__STUDY MATERIAL__.
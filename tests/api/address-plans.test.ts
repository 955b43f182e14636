import { Netmask } from 'netmask';
import request from 'supertest';
import { describe, expect, it } from 'vitest';
import { call, useApi } from '../helpers/api';
import { buildNode } from '../helpers/factories';
import { planningCast, setNetwork } from '../helpers/planningActors';

describe('address plans API', () => {
  const ctx = useApi();

  it('answers 401 signed out and 403 to hosts', async () => {
    expect((await request(ctx.app).get('/api/v1/address-plans')).status).toBe(401);
    const { host } = await planningCast(ctx);
    const res = await call(host, 'get', '/api/v1/address-plans');
    expect(res.status).toBe(403);
    expect(res.body.error.message).toBe('Address plans are for operators and admins.');
  });

  it('says 409 when no pool is set', async () => {
    await setNetwork({ addressPool: null });
    const { op, node } = await planningCast(ctx);
    const res = await call(op, 'post', '/api/v1/address-plans/allocate', { nodeIds: [node.id] });
    expect(res.status).toBe(409);
    expect(res.body.error.code).toBe('pool_not_set');
  });

  it('allocates the first free /24s of the pool with gateway and DHCP range, checked against netmask', async () => {
    await setNetwork({ addressPool: '10.64.0.0/16' });
    const { op, hood, node } = await planningCast(ctx);
    const second = await buildNode({ neighbourhoodId: hood.id });
    const res = await call(op, 'post', '/api/v1/address-plans/allocate', { nodeIds: [node.id, second.id], prefixLength: 24 });
    expect(res.status).toBe(201);
    const [p1, p2] = res.body.data;
    expect(p1).toMatchObject({
      nodeId: node.id,
      cidr: '10.64.0.0/24',
      gateway: '10.64.0.1',
      dhcpStart: '10.64.0.11',
      dhcpEnd: '10.64.0.254',
      staticAddresses: [],
    });
    expect(p2.cidr).toBe('10.64.1.0/24');
    // Reference library: netmask's first host is the gateway, its last host the end of the DHCP range (RFC 4632).
    const block = new Netmask(p2.cidr);
    expect(p2.gateway).toBe(block.first);
    expect(p2.dhcpEnd).toBe(block.last);
    const again = await call(op, 'post', '/api/v1/address-plans/allocate', { nodeIds: [node.id] });
    expect(again.status).toBe(409);
    expect(again.body.error.code).toBe('already_planned');
  });

  it('refuses another neighbourhood’s node (404), bad prefixes and addresses (400)', async () => {
    await setNetwork({ addressPool: '10.64.0.0/16' });
    const { op, node, otherNode } = await planningCast(ctx);
    expect((await call(op, 'post', '/api/v1/address-plans/allocate', { nodeIds: [otherNode.id] })).status).toBe(404);
    expect((await call(op, 'put', `/api/v1/address-plans/${otherNode.id}`, { cidr: '10.9.0.0/24', gateway: '10.9.0.1' })).status).toBe(404);
    const prefix = await call(op, 'post', '/api/v1/address-plans/allocate', { nodeIds: [node.id], prefixLength: 8 });
    expect(prefix.status).toBe(400);
    expect(prefix.body.error.details[0]).toEqual({ path: 'prefixLength', message: 'prefixLength must be /16 to /30' });
    const gateway = await call(op, 'put', `/api/v1/address-plans/${node.id}`, { cidr: '10.64.9.0/24', gateway: '10.64.9.300' });
    expect(gateway.status).toBe(400);
    expect(gateway.body.error.details[0].path).toBe('gateway');
    const half = await call(op, 'put', `/api/v1/address-plans/${node.id}`, { cidr: '10.64.9.0/24', gateway: '10.64.9.1', dhcpStart: '10.64.9.20' });
    expect(half.status).toBe(400);
    expect(half.body.error.details[0]).toEqual({ path: 'dhcpEnd', message: 'dhcpEnd give both dhcpStart and dhcpEnd, or neither' });
  });

  it('flags overlapping subnets, a gateway outside, a DHCP range over the edge or over static addresses, and a block outside the pool', async () => {
    await setNetwork({ addressPool: '10.64.0.0/16' });
    const { op, hood, node } = await planningCast(ctx);
    const second = await buildNode({ neighbourhoodId: hood.id });
    const third = await buildNode({ neighbourhoodId: hood.id });
    const put = (id: number, body: object) => call(op, 'put', `/api/v1/address-plans/${id}`, body);
    expect(
      (
        await put(node.id, {
          cidr: '10.64.20.0/24',
          gateway: '10.64.21.1',
          dhcpStart: '10.64.20.100',
          dhcpEnd: '10.64.20.200',
          staticAddresses: ['10.64.20.150'],
        })
      ).status,
    ).toBe(201);
    expect((await put(second.id, { cidr: '10.64.20.128/25', gateway: '10.64.20.129', dhcpStart: '10.64.20.200', dhcpEnd: '10.64.21.10' })).status).toBe(201);
    expect((await put(third.id, { cidr: '192.168.5.0/24', gateway: '192.168.5.1' })).status).toBe(201);
    const res = await call(op, 'get', '/api/v1/address-plans');
    expect(res.status).toBe(200);
    const codes = res.body.data.findings.map((f: { code: string; label: string }) => `${f.code}:${f.label}`).sort();
    expect(codes).toEqual(
      [
        `dhcp_collides_static:${node.name}`,
        `dhcp_outside_subnet:${second.name}`,
        `gateway_outside_subnet:${node.name}`,
        `outside_pool:${third.name}`,
        `subnet_overlap:${node.name}`,
      ].sort(),
    );
    const update = await put(third.id, { cidr: '10.64.30.0/24', gateway: '10.64.30.1' });
    expect(update.status).toBe(200);
    expect(update.body.findings).toEqual([]);
    expect((await call(op, 'delete', `/api/v1/address-plans/${third.id}`)).status).toBe(204);
    expect((await call(op, 'delete', `/api/v1/address-plans/${third.id}`)).status).toBe(404);
  });

  it('never names a node the caller cannot read in an overlap', async () => {
    await setNetwork({ addressPool: '10.64.0.0/16' });
    const { op, admin, node, otherNode } = await planningCast(ctx);
    await call(admin, 'put', `/api/v1/address-plans/${otherNode.id}`, { cidr: '10.64.40.0/24', gateway: '10.64.40.1' });
    await call(op, 'put', `/api/v1/address-plans/${node.id}`, { cidr: '10.64.40.0/25', gateway: '10.64.40.1' });
    const res = await call(op, 'get', '/api/v1/address-plans');
    const text = JSON.stringify(res.body);
    expect(text).not.toContain(otherNode.name);
    expect(res.body.data.findings.some((f: { message: string }) => f.message.includes('a node outside your neighbourhoods'))).toBe(true);
  });
});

__AIM OF THE TASK__. For each record in the listing, output it again exactly.

__ANSWER TO THIS TASK__.
filename tests/api/address-plans.test.ts
repository 955b43f182e14636
import { Netmask } from 'netmask';
import request from 'supertest';
import { describe, expect, it } from 'vitest';
import { call, useApi } from '../helpers/api';
import { buildNode } from '../helpers/factories';
import { planningCast, setNetwork } from '../helpers/planningActors';

describe('address plans API', () => {
  const ctx = useApi();

  it('answers 401 signed out and 403 to hosts', async () => {
    expect((await request(ctx.app).get('/api/v1/address-plans')).status).toBe(401);
    const { host } = await planningCast(ctx);
    const res = await call(host, 'get', '/api/v1/address-plans');
    expect(res.status).toBe(403);
    expect(res.body.error.message).toBe('Address plans are for operators and admins.');
  });

  it('says 409 when no pool is set', async () => {
    await setNetwork({ addressPool: null });
    const { op, node } = await planningCast(ctx);
    const res = await call(op, 'post', '/api/v1/address-plans/allocate', { nodeIds: [node.id] });
    expect(res.status).toBe(409);
    expect(res.body.error.code).toBe('pool_not_set');
  });

  it('allocates the first free /24s of the pool with gateway and DHCP range, checked against netmask', async () => {
    await setNetwork({ addressPool: '10.64.0.0/16' });
    const { op, hood, node } = await planningCast(ctx);
    const second = await buildNode({ neighbourhoodId: hood.id });
    const res = await call(op, 'post', '/api/v1/address-plans/allocate', { nodeIds: [node.id, second.id], prefixLength: 24 });
    expect(res.status).toBe(201);
    const [p1, p2] = res.body.data;
    expect(p1).toMatchObject({
      nodeId: node.id,
      cidr: '10.64.0.0/24',
      gateway: '10.64.0.1',
      dhcpStart: '10.64.0.11',
      dhcpEnd: '10.64.0.254',
      staticAddresses: [],
    });
    expect(p2.cidr).toBe('10.64.1.0/24');
    // Reference library: netmask's first host is the gateway, its last host the end of the DHCP range (RFC 4632).
    const block = new Netmask(p2.cidr);
    expect(p2.gateway).toBe(block.first);
    expect(p2.dhcpEnd).toBe(block.last);
    const again = await call(op, 'post', '/api/v1/address-plans/allocate', { nodeIds: [node.id] });
    expect(again.status).toBe(409);
    expect(again.body.error.code).toBe('already_planned');
  });

  it('refuses another neighbourhood’s node (404), bad prefixes and addresses (400)', async () => {
    await setNetwork({ addressPool: '10.64.0.0/16' });
    const { op, node, otherNode } = await planningCast(ctx);
    expect((await call(op, 'post', '/api/v1/address-plans/allocate', { nodeIds: [otherNode.id] })).status).toBe(404);
    expect((await call(op, 'put', `/api/v1/address-plans/${otherNode.id}`, { cidr: '10.9.0.0/24', gateway: '10.9.0.1' })).status).toBe(404);
    const prefix = await call(op, 'post', '/api/v1/address-plans/allocate', { nodeIds: [node.id], prefixLength: 8 });
    expect(prefix.status).toBe(400);
    expect(prefix.body.error.details[0]).toEqual({ path: 'prefixLength', message: 'prefixLength must be /16 to /30' });
    const gateway = await call(op, 'put', `/api/v1/address-plans/${node.id}`, { cidr: '10.64.9.0/24', gateway: '10.64.9.300' });
    expect(gateway.status).toBe(400);
    expect(gateway.body.error.details[0].path).toBe('gateway');
    const half = await call(op, 'put', `/api/v1/address-plans/${node.id}`, { cidr: '10.64.9.0/24', gateway: '10.64.9.1', dhcpStart: '10.64.9.20' });
    expect(half.status).toBe(400);
    expect(half.body.error.details[0]).toEqual({ path: 'dhcpEnd', message: 'dhcpEnd give both dhcpStart and dhcpEnd, or neither' });
  });

  it('flags overlapping subnets, a gateway outside, a DHCP range over the edge or over static addresses, and a block outside the pool', async () => {
    await setNetwork({ addressPool: '10.64.0.0/16' });
    const { op, hood, node } = await planningCast(ctx);
    const second = await buildNode({ neighbourhoodId: hood.id });
    const third = await buildNode({ neighbourhoodId: hood.id });
    const put = (id: number, body: object) => call(op, 'put', `/api/v1/address-plans/${id}`, body);
    expect(
      (
        await put(node.id, {
          cidr: '10.64.20.0/24',
          gateway: '10.64.21.1',
          dhcpStart: '10.64.20.100',
          dhcpEnd: '10.64.20.200',
          staticAddresses: ['10.64.20.150'],
        })
      ).status,
    ).toBe(201);
    expect((await put(second.id, { cidr: '10.64.20.128/25', gateway: '10.64.20.129', dhcpStart: '10.64.20.200', dhcpEnd: '10.64.21.10' })).status).toBe(201);
    expect((await put(third.id, { cidr: '192.168.5.0/24', gateway: '192.168.5.1' })).status).toBe(201);
    const res = await call(op, 'get', '/api/v1/address-plans');
    expect(res.status).toBe(200);
    const codes = res.body.data.findings.map((f: { code: string; label: string }) => `${f.code}:${f.label}`).sort();
    expect(codes).toEqual(
      [
        `dhcp_collides_static:${node.name}`,
        `dhcp_outside_subnet:${second.name}`,
        `gateway_outside_subnet:${node.name}`,
        `outside_pool:${third.name}`,
        `subnet_overlap:${node.name}`,
      ].sort(),
    );
    const update = await put(third.id, { cidr: '10.64.30.0/24', gateway: '10.64.30.1' });
    expect(update.status).toBe(200);
    expect(update.body.findings).toEqual([]);
    expect((await call(op, 'delete', `/api/v1/address-plans/${third.id}`)).status).toBe(204);
    expect((await call(op, 'delete', `/api/v1/address-plans/${third.id}`)).status).toBe(404);
  });

  it('never names a node the caller cannot read in an overlap', async () => {
    await setNetwork({ addressPool: '10.64.0.0/16' });
    const { op, admin, node, otherNode } = await planningCast(ctx);
    await call(admin, 'put', `/api/v1/address-plans/${otherNode.id}`, { cidr: '10.64.40.0/24', gateway: '10.64.40.1' });
    await call(op, 'put', `/api/v1/address-plans/${node.id}`, { cidr: '10.64.40.0/25', gateway: '10.64.40.1' });
    const res = await call(op, 'get', '/api/v1/address-plans');
    const text = JSON.stringify(res.body);
    expect(text).not.toContain(otherNode.name);
    expect(res.body.data.findings.some((f: { message: string }) => f.message.includes('a node outside your neighbourhoods'))).toBe(true);
  });
});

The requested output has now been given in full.